Darrell was a contractor and had helped build Garza the home he may be about to lose. When he died, Garza had to refinance to pay off his son’s interest in the house. That’s when, he said, he turned to independent mortgage broker Anthony Rivera, who was married to his cousin.

Garza said he trusted Rivera as family.

Rivera was “aware of the fact that I suffer from dementia and am 100 percent disabled, as I listed my veterans compensation and my Social Security payment as my income,” he said.

I wanted to ask Rivera why he took a man on a fixed income and put him into a variable-rate mortgage.

But Rivera told me he was not at liberty to discuss individual clients. Nor would Rivera address Garza’s complaint that he’d taken advantage of a mental disability to bag a fat commission on a complex loan.

“I’m sorry, I can’t help you with this,” Rivera said. “I am a mortgage broker. I’m not a psychiatrist or a psychologist.”

After the unexpected death of his son Darrell, Garza found himself juggling all kinds of debt. Garza had co-signed loans for his son’s contracting business.

“Before my son’s death, I had very good credit,” he said.

In the financial mess he was left, though, he found his credit score slipping. As his monthly payments grew unbearable, he said he called the lender — Option One Mortgage, owned by H&R Block — for help.

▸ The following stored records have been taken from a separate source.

@dataclasses.dataclass(frozen=True, eq=False, kw_only=True)
class QuantityReport:
    """Performance of an estimator for one quantity over the trials."""

    name: str
    truth: float | None
    trials: int  # trials that returned a finite value and uncertainty
    failures: int
    mean: float
    spread: float  # sample standard deviation
    bias: float | None
    bias_error: float | None  # standard error of the bias
    rmse: float | None
    pull_mean: float | None
    pull_width: float | None
    coverage_1sigma: float | None
    coverage_2sigma: float | None
    verdict: str
    # the tests behind the verdict (simulator.workflows.trial_verdicts); None without one
    level: float | None = None  # two-sided level of each test for this quantity
    bias_t: float | None = None  # bias / standard error
    bias_threshold: float | None = None  # Student-t critical value of |bias_t|
    pull_width_interval: tuple | None = None  # χ² confidence interval of the pull width
    coverage_1sigma_interval: tuple | None = None  # Clopper–Pearson intervals
    coverage_2sigma_interval: tuple | None = None

    def to_dict(self):
        """Plain data for JSON."""
        return dataclasses.asdict(self)


def summarise(name, estimates, uncertainties, truth, failures, *, compared=1):
    """Statistics of one quantity; ``estimates`` and ``uncertainties`` finite arrays.

    ``compared`` is the number of quantities of the run that have a truth:
    the verdict's tests are Bonferroni-corrected across them
    (:mod:`simulator.workflows.trial_verdicts`).
    """
    n = estimates.size
    mean = float(estimates.mean()) if n else math.nan
    spread = float(estimates.std(ddof=1)) if n > 1 else math.nan
    if truth is None or n == 0:
        return QuantityReport(name=name, truth=truth, trials=n, failures=failures, mean=mean,
                              spread=spread, bias=None, bias_error=None, rmse=None,
                              pull_mean=None, pull_width=None, coverage_1sigma=None,
                              coverage_2sigma=None, verdict="no truth to compare with"
                              if truth is None else "no successful trial")
    pulls = (estimates - truth) / uncertainties
    statistics = dict(
        name=name, truth=float(truth), trials=n, failures=failures, mean=mean, spread=spread,
        bias=float(mean - truth), bias_error=float(spread / math.sqrt(n)) if n > 1 else None,
        rmse=float(np.sqrt(np.mean((estimates - truth) ** 2))),
        pull_mean=float(pulls.mean()), pull_width=float(pulls.std(ddof=1)) if n > 1 else None,
        coverage_1sigma=float(np.mean(np.abs(pulls) <= 1)),
        coverage_2sigma=float(np.mean(np.abs(pulls) <= 2)))
    if n < MIN_TRIALS_FOR_VERDICT:  # the statistics, but too few trials to test them
        return QuantityReport(**statistics, verdict=f"too few trials for a verdict "
                              f"({n} < {MIN_TRIALS_FOR_VERDICT})")
    tested = checks(estimates, uncertainties, truth, level_for(compared))
    return QuantityReport(
        **statistics, verdict=tested.verdict, level=tested.level, bias_t=tested.bias_t,
        bias_threshold=tested.bias_threshold, pull_width_interval=tested.pull_width_interval,
        coverage_1sigma_interval=tested.coverage_1sigma_interval,
        coverage_2sigma_interval=tested.coverage_2sigma_interval)


@dataclasses.dataclass(frozen=True, eq=False, kw_only=True)
class TrialResult:
    """Per-quantity reports, the per-trial data and where they were written."""

    quantities: tuple
    dataset: object
    errors: tuple  # (trial, message) of failed trials
    out: Path

    def to_dict(self):
        """Plain data for JSON."""
        return {"out": str(self.out.resolve()), "trials": int(self.dataset.sizes["trial"]),
                "failed_trials": len(self.errors),
                "quantities": [q.to_dict() for q in self.quantities],
                "errors": [list(e) for e in self.errors[:20]]}
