def generate(plan, sink, *, chunk, progress=None, workers=1):
    """Run the recursion of ``plan`` chunk by chunk into ``sink``; return the clipped count.

    ``progress``, when given, is called with the number of samples of each
    chunk once it is written and the record's total (a progress bar; a check
    for Ctrl-C). With ``workers`` > 1 the normals are drawn ahead and each
    chunk is finished (carrier, tone, digitiser, and the sink's ``encode``
    when it has one: compression) on a pool of threads while the recursion
    runs on this one (:mod:`simulator.records.pipeline`); an iq record without
    a tone is digitised here instead, block by block after the recursion. The
    counts are the same bits for any number of workers.
    """
    from simulator.records import kernels, pipeline

    chain, n_total = plan.chain, plan.n_samples
    step = plan.recursion_stepper()
    p = len(chain.model.outputs)
    digitiser = kernels.Digitiser(plan)
    tone = plan.tone_samples()
    cycles = chain.carrier_rad_s / (2 * np.pi * plan.sample_rate_hz)
    encode = getattr(sink, "encode", None)

    # iq without a tone: each block's outputs are digitised at once, still in the cache
    # (one reused buffer), not written out by chunk and read back by another thread.
    direct = chain.receiver == "iq" and tone is None and not chain.tones
    # several detected tones: each pair's volts per record unit over the first's
    ratio = chain.output_volts_per_unit() / chain.volts_per_unit if chain.tones else None

    def finish(first, y, mech, n_clip):  # a pure function of the chunk: any thread, same bits
        if direct:
            counts = y
        else:
            if ratio is not None:
                y = y * ratio
            if chain.receiver == "homodyne":
                y = y[:, 0]
            elif chain.receiver == "if":
                y = kernels.rotate_to_carrier(y, first, cycles)
            if tone is not None:  # the calibration tone's exact response, by linearity
                y = y + tone(first, len(y))
            counts, n_clip = digitiser(y)
        return first, counts, mech, n_clip, (None if encode is None else encode(first, counts))

    clipped = 0

    def deliver(done):
        nonlocal clipped
        first, counts, mech, n_clip, encoded = done
        clipped += n_clip
        if encoded is None:
            sink.write(first, counts, mech)
        else:
            sink.write_encoded(first, counts, mech, encoded)
        if progress is not None:
            progress(len(counts), n_total)

    workers = int(workers)
    y_block = np.empty((min(chunk, kernels.BLOCK_SAMPLES), p)) if direct else None
    with pipeline.executor(workers) as pool, pipeline.writer(workers) as write:
        normals = kernels.NormalBlocks(
            plan.seed, kernels.SAMPLE_STREAM, step.width, kernels.BLOCK_SAMPLES,
            executor=pool if workers > 1 else None, total=n_total,
            ahead=2 * workers + 2)  # enough to keep every thread drawing, memory bounded
        stage = pipeline.OrderedStage(pool, finish, deliver, depth=2 * workers,
                                      writer=write if workers > 1 else None)
        try:
            for first in range(0, n_total, chunk):
                count = min(chunk, n_total - first)
                out = (np.empty((count, p), dtype=digitiser.dtype) if direct
                       else np.empty((count, p)))
                mech = np.empty((count, plan.watched.size))
                n_clip = 0
                for pos, xi in normals.pieces(first, count):
                    end = pos + len(xi)
                    if direct and step.digitised is not None:  # in the recursion's loop
                        n_clip += step.digitised(xi, digitiser, out[pos:end])
                    elif direct:
                        y = y_block[:len(xi)]
                        step(xi, y, mech[pos:end])
                        n_clip += digitiser.into(y, out[pos:end])
                    else:
                        step(xi, out[pos:end], mech[pos:end])
                stage.put(first, out, mech if plan.watched.size else None, n_clip)
            stage.drain()
        except BaseException:
            stage.cancel()
            raise
    return clipped
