/**
 * Primes `workspace` for a sweep of chips near `solution` (a settled solve of `net`'s topology,
 * such as the nominal chip of a tolerance study): the Newton matrices at the solution, with the
 * compositions as unknowns and without, are factored by pivot search, and every later solve
 * with this workspace starts from those pivots (FactorCache.keepPivotsAsStart). The matrices of
 * a nearby chip mostly keep them, so its first factorisation of each pattern is a refactorisation
 * instead of a search (in a 64-contactor tolerance study, a third of the factorisation cost;
 * measured); its patterns are ordered for sweeps (FactorCache.orderForSweeps). Deterministic:
 * two threads primed from one solution start every solve alike.
 */
export function primeWorkspace(net: Network, solution: WarmStart, workspace: SolverWorkspace): void {
  const map = new UnknownMap(net);
  const eq = new NetworkEquations(net, map, workspace.tables, workspace.builderFor(map.size));
  const { x } = unknownsOf(eq, solution);
  eq.evaluate(x, { jacobian: false, freezeHoldup: false, withComposition: false, anchor: x, compositionPull: 0 });
  const reference = eq.flowReference();
  workspace.factors.orderForSweeps();
  for (const withComposition of [false, true]) {
    eq.evaluate(x, { jacobian: true, freezeHoldup: false, withComposition, anchor: x, compositionPull: COMPOSITION_PULL * reference });
    try {
      workspace.factors.factor(eq.builder.toCsc());
    } catch (error) {
      // A matrix with no usable pivot primes nothing: its pattern searches as it would unprimed.
      if (!(error instanceof SingularMatrixError)) throw error;
    }
  }
  workspace.factors.keepPivotsAsStart();
}

/**
 * How the merit weighs each contactor's lane constraint w·(d_near − d_far): like the stiffest
 * port row of the chip (`manifold`: the constraints barely count, the line search follows the
 * mass balances), in pascals (`natural`), or halfway between on a log scale (`geometric`).
 * No one weighting globalises every chip of the test families; the solve tries them in this
 * order, each from the start, and the converged answer does not depend on the weighting.
 */
const LANE_WEIGHTS = ['manifold', 'natural', 'geometric'] as const;
type LaneWeight = (typeof LANE_WEIGHTS)[number];

type PicardMode = 'off' | 'keep' | 'restart';

interface Attempt {
  laneWeight: LaneWeight;
  /** The warm start, or undefined for a cold one. */
  start: WarmStart | undefined;
  /**
   * A cold start that first runs the Picard sweeps on the holdups (`picardSweeps`): `keep`
   * accelerates through feeds opening and closing (the switching contactors leave the history),
   * `restart` clears the history at every switch (slower where a feed flickers at the edge of
   * starving, steadier where many weak contactors switch).
   */
  picard: PicardMode;
  /**
   * A cold start on smoothed complementarities, their width driven to 0 (a smoothing Newton
   * method), marched by pure pseudo-transient continuation: what settles chips where feeds
   * starve and splits leak side by side, where the plain start's line searches stall at the
   * kinks between states.
   */
  smooth: boolean;
}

“They first wanted to refinance the property at 10.75 percent,” Garza said. “I told them, that’s credit-card rates. That’s too much money. Then I went to other companies they wouldn’t even touch me.”

He said that when he even tried to make payments in arrears, Option One rejected the payments.

Option One spokeswoman Christine Sullivan couldn’t tell me anything about Garza’s case when I called her on Friday. As a result of my inquiry, though, she put his file up for review and told me Option One would put a 60-day hold on the foreclosure sale they had slated for the end of January.

Garza, already, has gone to great extents to avoid default. He moved out of the house and rented it out last April. The rent, however, did not cover his burgeoning mortgage payments, and he soon fell behind.

Then his tenants abruptly broke their lease and moved out. They left behind a letter, complaining about court servers and people from Option One showing up on their doorstep looking for Garza.

I guess Garza had served his country, and now his countrymen were serving him.

Garza said he got the bum’s rush when he showed up at District Court in Arapahoe County on Monday. The judge, he said, just shuffled him along with all the other foreclosure cases.

“It’s a real shame that a judge would not hear his plight,” said Castillo. “He’s a very upright individual. He’s tried so hard to remedy the situation. But it’s an antagonistic legal system and lender system.

“This is an abuse of people,” Castillo said. “It’s not right. But it’s happening all over, causing depreciation throughout the total market.”

If Garza does not sell his house soon, the lender may take it away.

“There’s probably $70,000 in equity in this house,” Garza said. “But they’ll turn around and sell it for less than the loan. And then they’ll sue me for what they don’t get.”

There’s more to this house than money, though.

“It’s extremely difficult for me,” Garza said, “to lose something that I cherish because my son built it.”